# Supplied material:
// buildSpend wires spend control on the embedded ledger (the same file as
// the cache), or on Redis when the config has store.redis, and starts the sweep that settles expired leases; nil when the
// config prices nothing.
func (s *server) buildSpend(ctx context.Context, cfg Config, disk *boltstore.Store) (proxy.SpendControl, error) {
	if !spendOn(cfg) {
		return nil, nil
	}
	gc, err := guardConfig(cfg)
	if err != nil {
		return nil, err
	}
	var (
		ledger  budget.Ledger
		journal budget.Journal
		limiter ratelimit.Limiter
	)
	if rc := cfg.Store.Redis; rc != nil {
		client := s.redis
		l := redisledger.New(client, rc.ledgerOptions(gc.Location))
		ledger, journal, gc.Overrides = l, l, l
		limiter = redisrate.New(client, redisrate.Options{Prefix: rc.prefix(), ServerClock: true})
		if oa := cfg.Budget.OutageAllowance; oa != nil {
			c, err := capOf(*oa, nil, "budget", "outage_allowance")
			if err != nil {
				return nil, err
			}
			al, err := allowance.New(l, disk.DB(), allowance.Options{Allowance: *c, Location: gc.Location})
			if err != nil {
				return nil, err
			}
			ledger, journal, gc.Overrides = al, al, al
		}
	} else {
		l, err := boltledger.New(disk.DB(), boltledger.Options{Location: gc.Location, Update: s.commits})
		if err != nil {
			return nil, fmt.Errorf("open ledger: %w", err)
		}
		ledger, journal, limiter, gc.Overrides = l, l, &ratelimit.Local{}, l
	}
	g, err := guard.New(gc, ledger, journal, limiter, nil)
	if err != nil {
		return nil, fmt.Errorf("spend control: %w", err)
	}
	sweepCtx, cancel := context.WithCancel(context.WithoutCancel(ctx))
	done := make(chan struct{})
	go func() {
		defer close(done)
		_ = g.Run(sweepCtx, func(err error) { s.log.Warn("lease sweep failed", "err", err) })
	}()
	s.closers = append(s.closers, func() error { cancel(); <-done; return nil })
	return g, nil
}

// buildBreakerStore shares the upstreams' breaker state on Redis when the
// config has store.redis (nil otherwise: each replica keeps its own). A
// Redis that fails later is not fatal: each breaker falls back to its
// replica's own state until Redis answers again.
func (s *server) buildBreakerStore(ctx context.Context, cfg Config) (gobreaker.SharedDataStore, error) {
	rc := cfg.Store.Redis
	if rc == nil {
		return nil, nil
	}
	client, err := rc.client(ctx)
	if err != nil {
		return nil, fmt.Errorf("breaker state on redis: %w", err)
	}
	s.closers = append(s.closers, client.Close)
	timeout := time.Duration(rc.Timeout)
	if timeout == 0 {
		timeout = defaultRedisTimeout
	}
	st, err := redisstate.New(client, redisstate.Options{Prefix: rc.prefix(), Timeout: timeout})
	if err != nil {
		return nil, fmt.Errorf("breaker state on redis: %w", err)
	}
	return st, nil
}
* * *
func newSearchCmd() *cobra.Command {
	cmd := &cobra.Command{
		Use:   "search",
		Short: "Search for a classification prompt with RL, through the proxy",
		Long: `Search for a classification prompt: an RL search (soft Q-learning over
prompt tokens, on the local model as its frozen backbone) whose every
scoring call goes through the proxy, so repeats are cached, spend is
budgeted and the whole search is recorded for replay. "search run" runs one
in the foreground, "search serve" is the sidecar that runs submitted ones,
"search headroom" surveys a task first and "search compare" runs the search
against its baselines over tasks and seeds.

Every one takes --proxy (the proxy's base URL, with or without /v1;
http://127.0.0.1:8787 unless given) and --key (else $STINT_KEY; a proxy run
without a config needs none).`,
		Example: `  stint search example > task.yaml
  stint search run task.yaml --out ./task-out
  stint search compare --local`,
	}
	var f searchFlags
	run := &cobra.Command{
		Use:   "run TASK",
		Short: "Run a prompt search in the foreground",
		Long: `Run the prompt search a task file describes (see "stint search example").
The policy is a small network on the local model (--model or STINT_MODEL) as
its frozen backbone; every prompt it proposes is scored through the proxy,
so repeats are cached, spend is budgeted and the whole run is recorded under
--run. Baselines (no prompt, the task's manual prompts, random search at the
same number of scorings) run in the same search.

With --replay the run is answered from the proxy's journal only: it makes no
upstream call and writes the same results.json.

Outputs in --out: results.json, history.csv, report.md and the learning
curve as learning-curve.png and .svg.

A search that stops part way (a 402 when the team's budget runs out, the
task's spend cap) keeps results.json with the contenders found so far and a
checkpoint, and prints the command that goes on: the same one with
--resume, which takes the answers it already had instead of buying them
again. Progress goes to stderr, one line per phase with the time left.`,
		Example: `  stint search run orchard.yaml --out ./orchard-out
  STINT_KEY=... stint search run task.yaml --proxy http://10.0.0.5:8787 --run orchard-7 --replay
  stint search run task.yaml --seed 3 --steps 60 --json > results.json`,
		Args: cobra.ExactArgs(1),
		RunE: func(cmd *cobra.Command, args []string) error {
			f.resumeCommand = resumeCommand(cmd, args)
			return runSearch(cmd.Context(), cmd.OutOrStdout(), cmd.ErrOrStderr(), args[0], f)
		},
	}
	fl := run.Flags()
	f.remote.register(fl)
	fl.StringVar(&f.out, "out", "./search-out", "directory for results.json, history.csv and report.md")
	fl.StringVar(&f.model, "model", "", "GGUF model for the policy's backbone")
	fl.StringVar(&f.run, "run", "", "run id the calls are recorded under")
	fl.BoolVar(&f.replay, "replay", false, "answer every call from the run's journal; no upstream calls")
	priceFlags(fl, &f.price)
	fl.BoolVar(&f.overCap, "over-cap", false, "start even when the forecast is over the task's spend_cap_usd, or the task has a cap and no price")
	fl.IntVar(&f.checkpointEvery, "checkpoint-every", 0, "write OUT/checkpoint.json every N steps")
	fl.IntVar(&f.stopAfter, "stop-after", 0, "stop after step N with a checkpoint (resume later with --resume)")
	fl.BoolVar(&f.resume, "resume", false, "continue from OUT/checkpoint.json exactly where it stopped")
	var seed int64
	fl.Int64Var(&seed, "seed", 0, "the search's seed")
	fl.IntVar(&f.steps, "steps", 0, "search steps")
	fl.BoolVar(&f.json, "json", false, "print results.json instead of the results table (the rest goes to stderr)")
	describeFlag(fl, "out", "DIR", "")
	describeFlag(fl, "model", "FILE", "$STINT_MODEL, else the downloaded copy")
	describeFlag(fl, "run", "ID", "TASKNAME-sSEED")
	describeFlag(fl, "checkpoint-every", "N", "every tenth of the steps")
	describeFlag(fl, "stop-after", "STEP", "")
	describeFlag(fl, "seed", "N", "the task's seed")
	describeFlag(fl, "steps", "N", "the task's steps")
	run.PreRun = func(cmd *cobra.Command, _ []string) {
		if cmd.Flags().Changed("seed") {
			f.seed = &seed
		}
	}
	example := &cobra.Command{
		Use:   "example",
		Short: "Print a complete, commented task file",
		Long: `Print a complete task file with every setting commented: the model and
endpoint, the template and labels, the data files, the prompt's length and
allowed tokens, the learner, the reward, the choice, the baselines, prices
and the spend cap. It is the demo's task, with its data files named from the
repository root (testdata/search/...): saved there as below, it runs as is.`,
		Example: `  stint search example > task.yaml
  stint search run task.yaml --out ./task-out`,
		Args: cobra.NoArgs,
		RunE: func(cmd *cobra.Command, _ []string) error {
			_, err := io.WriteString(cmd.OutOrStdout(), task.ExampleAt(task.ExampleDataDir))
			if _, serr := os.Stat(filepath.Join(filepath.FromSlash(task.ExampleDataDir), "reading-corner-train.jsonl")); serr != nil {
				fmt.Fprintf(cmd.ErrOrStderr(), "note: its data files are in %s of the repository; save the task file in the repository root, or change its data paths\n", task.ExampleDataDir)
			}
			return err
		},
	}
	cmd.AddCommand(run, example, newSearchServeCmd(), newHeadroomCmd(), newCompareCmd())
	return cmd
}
* * *
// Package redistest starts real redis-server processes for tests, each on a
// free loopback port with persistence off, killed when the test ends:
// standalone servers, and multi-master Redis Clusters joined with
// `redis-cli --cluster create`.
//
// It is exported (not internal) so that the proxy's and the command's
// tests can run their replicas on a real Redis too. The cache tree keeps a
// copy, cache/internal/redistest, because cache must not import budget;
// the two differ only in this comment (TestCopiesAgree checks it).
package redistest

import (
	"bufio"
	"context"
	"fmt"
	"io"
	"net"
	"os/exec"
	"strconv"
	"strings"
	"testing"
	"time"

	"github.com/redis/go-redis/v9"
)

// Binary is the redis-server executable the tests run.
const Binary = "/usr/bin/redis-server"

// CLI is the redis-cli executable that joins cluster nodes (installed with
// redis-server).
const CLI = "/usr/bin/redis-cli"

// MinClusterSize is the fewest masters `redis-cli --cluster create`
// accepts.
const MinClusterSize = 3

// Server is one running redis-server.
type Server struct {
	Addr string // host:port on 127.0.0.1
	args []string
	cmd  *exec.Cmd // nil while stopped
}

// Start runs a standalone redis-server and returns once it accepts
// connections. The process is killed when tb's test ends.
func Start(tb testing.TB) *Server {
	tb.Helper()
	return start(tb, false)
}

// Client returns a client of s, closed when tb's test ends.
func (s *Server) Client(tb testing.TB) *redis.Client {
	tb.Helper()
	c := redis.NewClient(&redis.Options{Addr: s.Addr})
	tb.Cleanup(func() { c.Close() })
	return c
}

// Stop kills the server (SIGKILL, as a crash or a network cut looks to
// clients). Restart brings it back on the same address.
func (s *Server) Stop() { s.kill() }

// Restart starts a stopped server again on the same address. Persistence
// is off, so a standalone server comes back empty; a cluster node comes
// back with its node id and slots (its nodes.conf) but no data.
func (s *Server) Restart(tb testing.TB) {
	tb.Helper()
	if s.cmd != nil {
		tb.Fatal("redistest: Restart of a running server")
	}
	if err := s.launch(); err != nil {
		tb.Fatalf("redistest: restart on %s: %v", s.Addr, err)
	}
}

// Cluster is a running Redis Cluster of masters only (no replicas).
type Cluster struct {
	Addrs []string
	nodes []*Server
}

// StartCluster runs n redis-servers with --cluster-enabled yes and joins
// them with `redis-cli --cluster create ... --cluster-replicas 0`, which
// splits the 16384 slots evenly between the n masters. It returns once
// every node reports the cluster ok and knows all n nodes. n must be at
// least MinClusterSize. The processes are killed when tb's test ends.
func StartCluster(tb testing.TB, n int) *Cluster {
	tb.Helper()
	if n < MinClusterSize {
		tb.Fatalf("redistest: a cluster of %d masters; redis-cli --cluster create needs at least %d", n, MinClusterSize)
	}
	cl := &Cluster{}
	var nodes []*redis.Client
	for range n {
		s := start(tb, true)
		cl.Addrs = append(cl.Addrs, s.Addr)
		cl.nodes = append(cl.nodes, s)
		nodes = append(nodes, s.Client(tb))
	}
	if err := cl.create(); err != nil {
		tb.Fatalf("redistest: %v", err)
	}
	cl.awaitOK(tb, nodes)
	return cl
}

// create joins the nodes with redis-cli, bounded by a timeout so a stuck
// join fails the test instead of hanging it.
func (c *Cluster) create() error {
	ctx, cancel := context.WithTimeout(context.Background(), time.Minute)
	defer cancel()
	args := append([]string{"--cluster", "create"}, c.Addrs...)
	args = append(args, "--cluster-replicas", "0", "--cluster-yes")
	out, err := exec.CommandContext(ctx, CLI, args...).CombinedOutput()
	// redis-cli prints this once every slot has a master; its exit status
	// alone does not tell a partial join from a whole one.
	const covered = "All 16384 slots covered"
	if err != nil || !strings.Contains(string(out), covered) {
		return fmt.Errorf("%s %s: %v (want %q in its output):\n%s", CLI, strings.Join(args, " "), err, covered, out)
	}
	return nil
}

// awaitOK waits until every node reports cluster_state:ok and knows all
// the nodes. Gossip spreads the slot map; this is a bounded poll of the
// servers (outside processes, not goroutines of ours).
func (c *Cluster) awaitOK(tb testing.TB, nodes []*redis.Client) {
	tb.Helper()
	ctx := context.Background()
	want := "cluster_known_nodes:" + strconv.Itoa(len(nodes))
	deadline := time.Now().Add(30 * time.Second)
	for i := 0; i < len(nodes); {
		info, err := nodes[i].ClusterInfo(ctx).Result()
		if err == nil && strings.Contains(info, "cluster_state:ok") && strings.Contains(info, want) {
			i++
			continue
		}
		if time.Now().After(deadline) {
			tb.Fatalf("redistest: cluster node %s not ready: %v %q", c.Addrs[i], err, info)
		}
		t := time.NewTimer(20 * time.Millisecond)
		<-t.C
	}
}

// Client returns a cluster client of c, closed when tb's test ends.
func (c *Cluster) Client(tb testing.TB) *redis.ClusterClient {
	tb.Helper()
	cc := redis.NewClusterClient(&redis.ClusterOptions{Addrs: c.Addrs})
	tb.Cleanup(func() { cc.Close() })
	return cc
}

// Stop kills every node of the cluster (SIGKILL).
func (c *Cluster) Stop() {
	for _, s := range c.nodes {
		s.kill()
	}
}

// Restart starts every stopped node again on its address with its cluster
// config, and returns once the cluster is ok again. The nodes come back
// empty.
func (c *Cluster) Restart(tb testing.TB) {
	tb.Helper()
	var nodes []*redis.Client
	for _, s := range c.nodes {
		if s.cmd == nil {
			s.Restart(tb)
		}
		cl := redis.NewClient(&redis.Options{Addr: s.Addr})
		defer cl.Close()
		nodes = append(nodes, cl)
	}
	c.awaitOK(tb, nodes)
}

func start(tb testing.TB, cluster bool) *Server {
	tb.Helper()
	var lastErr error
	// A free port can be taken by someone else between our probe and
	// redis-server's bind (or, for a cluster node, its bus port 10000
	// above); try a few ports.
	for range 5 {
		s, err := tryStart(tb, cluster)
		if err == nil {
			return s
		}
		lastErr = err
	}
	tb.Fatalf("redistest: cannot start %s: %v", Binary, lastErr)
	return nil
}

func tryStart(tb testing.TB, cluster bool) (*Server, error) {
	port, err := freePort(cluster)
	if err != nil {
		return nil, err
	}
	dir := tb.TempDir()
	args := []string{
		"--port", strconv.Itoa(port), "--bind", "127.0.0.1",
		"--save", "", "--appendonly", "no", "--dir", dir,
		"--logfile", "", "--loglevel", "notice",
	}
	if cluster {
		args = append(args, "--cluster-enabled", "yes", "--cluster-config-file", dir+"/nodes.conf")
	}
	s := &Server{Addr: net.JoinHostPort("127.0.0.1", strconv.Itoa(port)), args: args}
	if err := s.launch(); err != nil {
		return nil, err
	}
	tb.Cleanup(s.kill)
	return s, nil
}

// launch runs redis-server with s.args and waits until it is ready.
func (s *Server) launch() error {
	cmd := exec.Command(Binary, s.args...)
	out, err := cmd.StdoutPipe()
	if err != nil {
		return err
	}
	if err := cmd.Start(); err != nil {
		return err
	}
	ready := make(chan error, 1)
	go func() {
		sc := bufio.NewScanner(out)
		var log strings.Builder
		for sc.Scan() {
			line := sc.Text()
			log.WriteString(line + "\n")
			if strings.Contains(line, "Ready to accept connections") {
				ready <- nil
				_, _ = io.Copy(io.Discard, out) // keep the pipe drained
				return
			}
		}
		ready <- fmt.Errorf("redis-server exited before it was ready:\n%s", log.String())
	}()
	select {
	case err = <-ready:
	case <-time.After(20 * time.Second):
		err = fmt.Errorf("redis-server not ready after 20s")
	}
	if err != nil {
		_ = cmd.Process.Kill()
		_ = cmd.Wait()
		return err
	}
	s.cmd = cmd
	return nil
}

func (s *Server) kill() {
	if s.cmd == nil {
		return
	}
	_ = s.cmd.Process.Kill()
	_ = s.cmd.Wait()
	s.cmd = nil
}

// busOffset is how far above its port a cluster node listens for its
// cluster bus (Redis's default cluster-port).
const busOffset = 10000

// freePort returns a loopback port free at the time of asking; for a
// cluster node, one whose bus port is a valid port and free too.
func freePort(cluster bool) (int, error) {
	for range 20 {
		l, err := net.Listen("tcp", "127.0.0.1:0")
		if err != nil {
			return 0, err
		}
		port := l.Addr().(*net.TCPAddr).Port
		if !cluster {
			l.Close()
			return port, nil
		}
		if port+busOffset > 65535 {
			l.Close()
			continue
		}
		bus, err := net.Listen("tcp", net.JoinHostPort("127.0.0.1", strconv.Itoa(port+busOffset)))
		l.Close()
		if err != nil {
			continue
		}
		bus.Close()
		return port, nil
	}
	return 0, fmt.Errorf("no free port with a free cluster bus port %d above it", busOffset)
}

# Problem:
Counting only lines that contain the word "import", state how many appear in the entries, and add nothing.

# Answer box:
2